3 Things you Should Know Before Implementing an ISMS

ISD Cyber have implemented many Information Security Management Systems (ISMS) with our SME having over 22 years of hands on experience across a wide variety of industries.

We would like to share our experiences to date in terms of how to prepare yourself, what risks to look out for and how to bring others along the journey.

1- Start at the beginning… no, really!

It is essential that you define and can clearly articulate what needs to be protected and why, what is the scope of your ISMS and what obligations you have (contractual, legislative, and statutory), plus what do your stakeholders expect of you?

How do you operate, or what do you use, that may expose you to known vulnerabilities? What do you depend upon to deliver products and services? What happens if they’re no longer available, or if no one can trust your products and services?

Without understanding this from the outset, it’s near impossible to demonstrate that you have considered the associated information security risks and implemented appropriate controls.

2 – Do not just focus on the paperwork!

A common mistake we see is the over emphasis on ‘the paperwork’, a certifiable ISMS is far more than being able to publish templated security policies and procedures.  Agreed, they have their place, and certain requirements must be met when going for certification to ISO 27001, however it should not be your primary focus.

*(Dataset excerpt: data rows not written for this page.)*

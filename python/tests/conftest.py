"""Test header: the outside reference's version, printed with the run."""

import sympy


def pytest_report_header(config):
    return f"outside reference: SymPy {sympy.__version__} (sympy.physics.wigner)"
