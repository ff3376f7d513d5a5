//! Where a rule comes from, as a typed value: citations of published works
//! (a key into the bibliography below and a place in the work, such as
//! an equation or a section) and a remark ("from memory", "read right to
//! left", "derived from ..."). Text, LaTeX and JSON print a source the
//! same way; the README's list of references is the bibliography in
//! full (a test keeps the two in step).

use serde::Serialize;

/// One published work.
#[derive(Clone, Copy, Debug, PartialEq, Eq, Serialize)]
pub struct Work {
    /// the key used in the catalog (`edmonds1957`)
    pub key: &'static str,
    /// how a citation names it in text (`Edmonds 1957`)
    pub short: &'static str,
    /// the full reference
    pub full: &'static str,
}

/// The works the catalog and the engine cite. Bibliographic details are
/// recalled from memory.
pub const BIBLIOGRAPHY: &[Work] = &[
    Work {
        key: "edmonds1957",
        short: "Edmonds 1957",
        full: "A. R. Edmonds, Angular Momentum in Quantum Mechanics (Princeton University Press, Princeton, 1957)",
    },
    Work {
        key: "racah1942",
        short: "Racah 1942",
        full: "G. Racah, Theory of Complex Spectra II, Phys. Rev. 62, 438 (1942)",
    },
    Work {
        key: "biedenharn1953",
        short: "Biedenharn 1953",
        full: "L. C. Biedenharn, An identity satisfied by the Racah coefficients, J. Math. Phys. 31, 287 (1953)",
    },
    Work {
        key: "elliott1953",
        short: "Elliott 1953",
        full: "J. P. Elliott, Theoretical studies in nuclear structure III, Proc. R. Soc. London A 218, 345 (1953)",
    },
    Work {
        key: "regge1958",
        short: "Regge 1958",
        full: "T. Regge, Symmetry properties of Clebsch-Gordan's coefficients, Nuovo Cimento 10, 544 (1958)",
    },
    Work {
        key: "regge1959",
        short: "Regge 1959",
        full: "T. Regge, Symmetry properties of Racah's coefficients, Nuovo Cimento 11, 116 (1959)",
    },
    Work {
        key: "yutsis1962",
        short: "Yutsis, Levinson and Vanagas 1962",
        full: "A. P. Yutsis, I. B. Levinson and V. V. Vanagas, Mathematical Apparatus of the Theory of Angular Momentum (Israel Program for Scientific Translations, Jerusalem, 1962; Russian original, Vilnius, 1960)",
    },
    Work {
        key: "varshalovich1988",
        short: "Varshalovich, Moskalev and Khersonskii 1988",
        full: "D. A. Varshalovich, A. N. Moskalev and V. K. Khersonskii, Quantum Theory of Angular Momentum (World Scientific, Singapore, 1988)",
    },
    Work {
        key: "schulten1975",
        short: "Schulten and Gordon 1975",
        full: "K. Schulten and R. G. Gordon, Exact recursive evaluation of 3j- and 6j-coefficients for quantum-mechanical coupling of angular momenta, J. Math. Phys. 16, 1961 (1975)",
    },
    Work {
        key: "luscombe1998",
        short: "Luscombe and Luban 1998",
        full: "J. H. Luscombe and M. Luban, Simplified recursive algorithm for Wigner 3j and 6j symbols, Phys. Rev. E 57, 7274 (1998)",
    },
    Work {
        key: "condon1935",
        short: "Condon and Shortley 1935",
        full: "E. U. Condon and G. H. Shortley, The Theory of Atomic Spectra (Cambridge University Press, Cambridge, 1935)",
    },
];

/// The work with this key.
pub fn work(key: &str) -> Option<&'static Work> {
    BIBLIOGRAPHY.iter().find(|w| w.key == key)
}

/// A place in a published work.
#[derive(Clone, Debug, PartialEq, Eq, Serialize)]
pub struct Citation {
    /// the work
    pub work: &'static Work,
    /// where in it (`eq. 6.2.9`, `Table 5`, `section 3.7`), may be empty
    pub place: String,
}

/// The source of a rule or a step.
#[derive(Clone, Debug, PartialEq, Eq, Serialize, Default)]
pub struct Source {
    /// the works cited, in order
    pub citations: Vec<Citation>,
    /// a remark: "from memory", "read right to left", "derived: ..."
    pub note: Option<String>,
}

/// Why a source text does not parse.
#[derive(Debug, Clone, thiserror::Error)]
#[error("{0}")]
pub struct SourceError(pub String);

impl Source {
    /// A source of citations only.
    pub fn cite(citations: Vec<Citation>) -> Source {
        Source {
            citations,
            note: None,
        }
    }

    /// The same source with a remark added.
    pub fn noted(mut self, note: &str) -> Source {
        self.note = Some(match self.note.take() {
            Some(n) => format!("{n}; {note}"),
            None => note.to_string(),
        });
        self
    }

    /// Parses the catalog's notation: citations separated by `;`, each a
    /// bibliography key and a place (`edmonds1957 eq. 6.2.9`), then
    /// optionally `-- remark`.
    pub fn parse(text: &str) -> Result<Source, SourceError> {
        let (cites, note) = match text.split_once("--") {
            Some((c, n)) => (c, Some(n.trim().to_string()).filter(|n| !n.is_empty())),
            None => (text, None),
        };
        let mut citations = Vec::new();
        for c in cites.split(';').map(str::trim).filter(|c| !c.is_empty()) {
            let (key, place) = c.split_once(' ').unwrap_or((c, ""));
            let w = work(key)
                .ok_or_else(|| SourceError(format!("'{key}' is not in the bibliography")))?;
            citations.push(Citation {
                work: w,
                place: place.trim().to_string(),
            });
        }
        if citations.is_empty() && note.is_none() {
            return Err(SourceError("a rule needs a published source".into()));
        }
        Ok(Source { citations, note })
    }

    /// The source in words: `Edmonds 1957, eq. 6.2.9; Racah 1942 (from
    /// memory)`.
    pub fn text(&self) -> String {
        let cites: Vec<String> = self
            .citations
            .iter()
            .map(|c| {
                if c.place.is_empty() {
                    c.work.short.to_string()
                } else {
                    format!("{}, {}", c.work.short, c.place)
                }
            })
            .collect();
        match (&self.note, cites.is_empty()) {
            (Some(n), true) => n.clone(),
            (Some(n), false) => format!("{} ({n})", cites.join("; ")),
            (None, _) => cites.join("; "),
        }
    }

    /// The source for LaTeX: the same words with the few characters TeX
    /// treats specially escaped.
    pub fn latex(&self) -> String {
        let mut out = String::new();
        for ch in self.text().chars() {
            match ch {
                '&' | '%' | '$' | '#' | '_' | '{' | '}' => {
                    out.push('\\');
                    out.push(ch);
                }
                '~' => out.push_str("\\textasciitilde{}"),
                '^' => out.push_str("\\textasciicircum{}"),
                '\\' => out.push_str("\\textbackslash{}"),
                c => out.push(c),
            }
        }
        out
    }
}

impl std::fmt::Display for Source {
    fn fmt(&self, f: &mut std::fmt::Formatter<'_>) -> std::fmt::Result {
        f.write_str(&self.text())
    }
}

#[cfg(test)]
mod tests {
    use super::*;

    #[test]
    fn sources_parse_and_print_one_way() {
        let s = Source::parse("edmonds1957 eq. 6.2.12; biedenharn1953; elliott1953 -- from memory")
            .unwrap();
        assert_eq!(
            s.text(),
            "Edmonds 1957, eq. 6.2.12; Biedenharn 1953; Elliott 1953 (from memory)"
        );
        assert_eq!(s.citations[0].place, "eq. 6.2.12");
        assert_eq!(s.note.as_deref(), Some("from memory"));
        assert!(Source::parse("nobody2001 eq. 1").is_err());
        assert!(Source::parse("").is_err());
    }
}
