#[test]
fn recouple_results_and_errors() {
    // recouple-3 (Edmonds 6.1.5)
    let (code, out, _) = run(
        &[
            "recouple",
            "((j1, j2) j12, j3) J",
            "(j1, (j2, j3) j23) J",
            "--json",
        ],
        None,
    );
    assert_eq!(code, 0);
    let v: serde_json::Value = serde_json::from_str(&out).unwrap();
    assert_eq!(v["sums"], 0);
    assert_eq!(v["symbols"]["6j"], 1);
    // recouple-4 with --only-6j: the 9j becomes a sum over x of three 6j
    let (code, out, _) = run(
        &[
            "recouple",
            "((j1, j2) j12, (j3, j4) j34) J",
            "((j1, j3) j13, (j2, j4) j24) J",
            "--only-6j",
            "--json",
        ],
        None,
    );
    assert_eq!(code, 0);
    let v: serde_json::Value = serde_json::from_str(&out).unwrap();
    assert_eq!(v["sums"], 1);
    assert_eq!(v["symbols"]["9j"], 0);
    assert_eq!(v["symbols"]["6j"], 3);
    // an exact value with --at: stretched couplings give 1
    let (code, out, _) = run(
        &[
            "recouple",
            "((j1, j2) j12, j3) J",
            "(j1, (j2, j3) j23) J",
            "--at",
            "j1=1/2,j2=1/2,j3=1,j12=1,j23=3/2,J=2",
        ],
        None,
    );
    assert_eq!(code, 0);
    assert!(out.ends_with("1\t1\n"), "{out}");
    // the matrix for numeric leaves
    let (code, out, _) = run(
        &[
            "recouple",
            "--matrix",
            "((1/2, 1/2) s, 1/2) J",
            "(1/2, (1/2, 1/2) t) J",
        ],
        None,
    );
    assert_eq!(code, 0);
    insta::assert_snapshot!("recouple_matrix_three_spins", out);
    // errors: exit 2 with a message
    for (f, t, what) in [
        (
            "((j1, j2) j12, j3) J",
            "(j1, (j2, j4) j23) J",
            "same angular momenta",
        ),
        (
            "((j1, j1) j12, j3) J",
            "(j1, (j1, j3) j23) J",
            "coupled twice",
        ),
        (
            "((j1, j2) j12, j3) J",
            "(j1, (j2, j3) j23) K",
            "total angular momenta differ",
        ),
        (
            "((j1, j2) j12, j3) J",
            "(j1, (j2, j3) j12) J",
            "two different couplings",
        ),
        (
            "((j1, j2, j4) j12, j3) J",
            "(j1, (j2, j3) j23) J",
            "exactly two",
        ),
        (
            "((j1, j2), j3) J",
            "(j1, (j2, j3) j23) J",
            "name of its resultant",
        ),
        ("((j1, j2) j12, j3", "(j1, (j2, j3) j23) J", "line 1"),
    ] {
        let (code, out, err) = run(&["recouple", f, t], None);
        assert_eq!(code, 2, "{f} | {t}");
        assert!(out.is_empty());
        assert!(err.contains(what), "{f} | {t}: {err}");
    }
}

If you are just starting to mature your information security practices, the number of required policies and procedures could feel overwhelming but maturing your back-end paperwork is not the only thing you must consider when implementing your ISMS.  You’ve been warned!

3 – Make friends and influence

Before starting out on your ISMS journey, it is essential to identify and understand the key stakeholders.  Who will be impacted by the decisions being made within the mandatory documentation?  What are their responsibilities? What will be expected of them (during and after) implementation? What assumptions are you making of their knowledge? What do you want them to know? What do you need from them?  Who do you need as the ‘champion’ rep in your corner?

Be clear in your messaging and get them on side early.  You cannot do this alone!

To obtain a certifiable ISMS you need to demonstrate leadership commitment, you can only achieve this if they really understand the scope and the need (another reason step 1 is important!), what is in it for them (i.e., what are the positive opportunities realised through being certified?) and what the implications are if the ISMS is unsupported?